I'll be so glad if you help me ,,


with all my best wishes...


----------



## praka123 (Oct 20, 2007)

the kit is 8086 processor-based for labs which u may need to train for ur mnemonics.
there is emulation software for 8085/86 etc in linux and may be for windows too.


----------



## RCuber (Oct 20, 2007)

yea you can get training kits in the market.
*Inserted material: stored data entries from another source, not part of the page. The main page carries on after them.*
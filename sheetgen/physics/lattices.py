"""Bases of a lattice: a reduced one, and every lattice vector within a radius."""

from __future__ import annotations

from itertools import product

import numpy as np

# A vector counts as shortened only where the gain exceeds rounding, so that ties end the reduction.
_GAIN = 1 - 1e-12


def reduction(basis: np.ndarray) -> np.ndarray:
    """Integer matrix T of determinant ±1 that makes the rows of T @ basis Minkowski-reduced, shortest first.

    In three dimensions the first row is then a shortest vector of the lattice. Greedy reduction after
    P. Q. Nguyen and D. Stehlé, ACM Transactions on Algorithms 5, 46 (2009).
    """
    basis = np.asarray(basis, float)
    transform = np.eye(3)
    while True:
        transform = transform[np.argsort(_lengths(transform @ basis), kind="stable")]
        transform[:2] = _reduce_pair(transform[:2], basis)
        before = _lengths(transform @ basis)
        transform[2] = _subtract_nearest(transform, basis)
        after = _lengths(transform @ basis)
        if after[2] >= before[1] * _GAIN:
            return transform.round()


def reduced_basis(basis: np.ndarray) -> np.ndarray:
    """The rows of a Minkowski-reduced basis of the same lattice, shortest first."""
    return reduction(basis) @ basis


def vectors_within(basis: np.ndarray, radius: float) -> np.ndarray:
    """Integer coefficients (M, 3) of every lattice vector no longer than radius, by length, zero first.

    Complete for any basis: the i-th coefficient of v is v·b*_i, so it cannot exceed |v||b*_i|. Reducing the
    basis first keeps the box that this bound spans small for skewed and flat cells too.
    """
    transform = reduction(basis)
    reduced = transform @ basis
    bounds = np.floor(radius * _lengths(np.linalg.inv(reduced).T) + 1e-9).astype(int)
    coefficients = box(bounds)
    lengths = _lengths(coefficients @ reduced)
    inside = np.flatnonzero(lengths <= radius * (1 + 1e-12))
    inside = inside[np.argsort(lengths[inside], kind="stable")]
    return coefficients[inside] @ transform


def box(bounds: np.ndarray) -> np.ndarray:
    """Every integer triple (M, 3) with |n_i| ≤ bounds_i."""
    axes = [np.arange(-bound, bound + 1.0) for bound in bounds]
    return np.stack(np.meshgrid(*axes, indexing="ij"), axis=-1).reshape(-1, 3)


def _lengths(vectors: np.ndarray) -> np.ndarray:
    return np.linalg.norm(vectors, axis=-1)


def _reduce_pair(pair: np.ndarray, basis: np.ndarray) -> np.ndarray:
    """Lagrange's reduction of two vectors given by their coefficients."""
    short, long = pair
    while True:
        step = np.round((short @ basis) @ (long @ basis) / ((short @ basis) @ (short @ basis)))
        long = long - step * short
        if _lengths(long @ basis) >= _lengths(short @ basis) * _GAIN:
            return np.array([short, long])
        short, long = long, short


def _subtract_nearest(transform: np.ndarray, basis: np.ndarray) -> np.ndarray:
    """The third vector less the vector nearest to it in the reduced lattice of the first two."""
    plane, third = transform[:2] @ basis, transform[2] @ basis
    centre = np.round(np.linalg.solve(plane @ plane.T, plane @ third))
    candidates = [transform[2] - (centre + shift) @ transform[:2] for shift in product((0, -1, 1), repeat=2)]
    lengths = [_lengths(candidate @ basis) for candidate in candidates]
    best = int(np.argmin(lengths))
    return candidates[0] if lengths[best] >= lengths[0] * _GAIN else candidates[best]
I have a 8086 which one of my friend gave it to me  (and forgot to take it back ). 
Emulators are good but should not become a replacement for the trainer kit.


----------



## praka123 (Oct 20, 2007)

hmm...really?  i passed my lab arrear exam for microprocessor  studied  using gaonkar's emulation software. 8)


----------



## Mo0o0n Light (Oct 21, 2007)

praka123 

thanx for your reply .. I need to the standards of this card ,, then we'll use the assembly language to deal with it ..

==========

Charan 

could you blz send your Friend's card to me << Just kidding 

if you have any information about the standards and production companies of this card , I'll be so glad for you ..


----------



## Mo0o0n Light (Oct 22, 2007)

UP


to get any reply


----------



## RCuber (Oct 22, 2007)

hoo sorry moonlight, forgot to reply. just pickup a copy of Electronics For You and check the ads. there will be loads of companies selling 8086 trainers , just buy it from them.


----------



## praka123 (Oct 22, 2007)

@OP:havent u seen these sites selling kits:
*www.skykingagencies.com/trainer.htm
*www.kitektechnologies.com/micro_lab.htm
^^^does it help


----------



## Mo0o0n Light (Oct 29, 2007)

thanx a lot charan & praka123 for your help ..

your links was very helpful for me ..



thank you again


----------